6. optical attenuator according to claim 4, which is characterized in that the modulation light waveguide includes upper modulation optical waveguide (12) and modulated optical waveguide (13)；

At least two electrode loops (10) and/or the modulated optical waveguide (13) are provided on the upper modulation optical waveguide (12) On be provided at least two electrode loops (10).

7. optical attenuator according to any one of claim 4 to 6, which is characterized in that the heating electrode (100) is using electricity Resistance rate is that the metal or alloy of 50~500n Ω m is made.

8. a kind of adjusting method of optical attenuator, which is characterized in that the optical attenuator includes modulation light waveguide and at least one Temperature sensor, the temperature sensor are arranged adjacent to the modulation light waveguide；At least two are provided in the modulation light waveguide A electrode loop, the electrode loop include heating electrode；

The adjusting method of the optical attenuator includes:

Apply voltage control signal to heating electrode, so that the modulation light waveguide is in targeted operating temperature；

The actual work temperature that modulation light waveguide is acquired by temperature sensor, judges the actual work temperature and the target Whether operating temperature matches；

If the actual work temperature and the targeted operating temperature mismatch, the size of the voltage control signal is adjusted, So that the actual work temperature matches with the targeted operating temperature, decline to adjust the optical attenuator and decay to target Decrement.
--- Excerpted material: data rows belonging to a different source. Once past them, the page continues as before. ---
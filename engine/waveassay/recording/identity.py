"""Start date and identity fields of a header. What identifies a person is never repeated."""

import re
from datetime import datetime

_DATE = re.compile(rb"(\d\d)\.(\d\d)\.(\d\d|yy|YY)\Z")
_TIME = re.compile(rb"(\d\d)\.(\d\d)\.(\d\d)\Z")
_MONTHS = ("JAN", "FEB", "MAR", "APR", "MAY", "JUN", "JUL", "AUG", "SEP", "OCT", "NOV", "DEC")
_LONG_DATE = rf"\d\d-(?:{'|'.join(_MONTHS)})-\d{{4}}"
_PATIENT = re.compile(rf"\S+ [MFX] (?:X|{_LONG_DATE}) \S+(?: .*)?\Z", re.ASCII)
_RECORDING = re.compile(rf"Startdate (?:X|({_LONG_DATE})) \S+ \S+ \S+(?: .*)?\Z", re.ASCII)


def start_of(date: bytes, time: bytes, recording: str) -> tuple[datetime | None, list[str]]:
    """Return the header's start, to the second, and what is odd about it.

    Two-digit years from 85 are of the last century, the others of this one. From 2085 on the year
    is written ``yy`` and stands in the recording field (EDF+).
    """
    day, clock = _DATE.match(date), _TIME.match(time)
    warnings = []
    if day is not None and day[3].lower() == b"yy":
        long = _RECORDING.match(recording)
        if long is None or long[1] is None:
            return None, ["the year of the start date is 'yy', and no full date is given"]
        warnings = ["the year of the start date is 'yy'; taken from the recording field"]
        number, month, year = long[1].split("-")
        date_parts = (int(year), _MONTHS.index(month) + 1, int(number))
    elif day is not None:
        short = int(day[3])
        date_parts = (short + (1900 if short >= 85 else 2000), int(day[2]), int(day[1]))
    if day is not None and clock is not None:
        try:
            hour, minute, second = (int(part) for part in clock.groups())
            return datetime(*date_parts, hour, minute, second), warnings
        except ValueError:
            pass
    return None, [
        f"the start {_shown(date)} {_shown(time)} is no possible date and time (dd.mm.yy "
        "hh.mm.ss); times of day are unknown"
    ]


def identity_warnings(patient: str, recording: str) -> list[str]:
    """Return warnings for EDF+ identity fields that do not keep to their subfields."""
    checks = (
        ("patient", _PATIENT, patient, "code, sex, birth date, name"),
        ("recording", _RECORDING, recording, "'Startdate', date, code, technician, equipment"),
    )
    return [
        f"the {name} field is free text instead of {subfields}; it is not interpreted"
        for name, pattern, text, subfields in checks
        if pattern.match(text) is None
    ]


def _shown(raw: bytes) -> str:
    return repr(raw.decode("latin-1").strip(" \0"))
9. the adjusting method of optical attenuator according to claim 8, which is characterized in that if the actual work temperature With the targeted operating temperature mismatch, then adjust the size of the voltage control signal so that the actual work temperature with The targeted operating temperature matches, to adjust the optical attenuator and decay to target attenuation and include:

If the actual work temperature and the targeted operating temperature mismatch, the electrode loop to break down is positioned；

Adjust the electrode loop adjacent with the electrode loop to break down, the size of corresponding voltage control signal, so that described Actual work temperature matches with the targeted operating temperature, so that adjusting the optical attenuator decays to target attenuation.

10. the adjusting method of optical attenuator according to claim 9, which is characterized in that if the real work temperature Degree is mismatched with the targeted operating temperature, then the size of the voltage control signal is adjusted, so that the actual work temperature Match with the targeted operating temperature, so that adjusting the optical attenuator decays to target attenuation further include:

If the actual work temperature and the targeted operating temperature mismatch, the electrode loop to break down is positioned；

And report and alarm information, in order to replace the electrode loop to break down.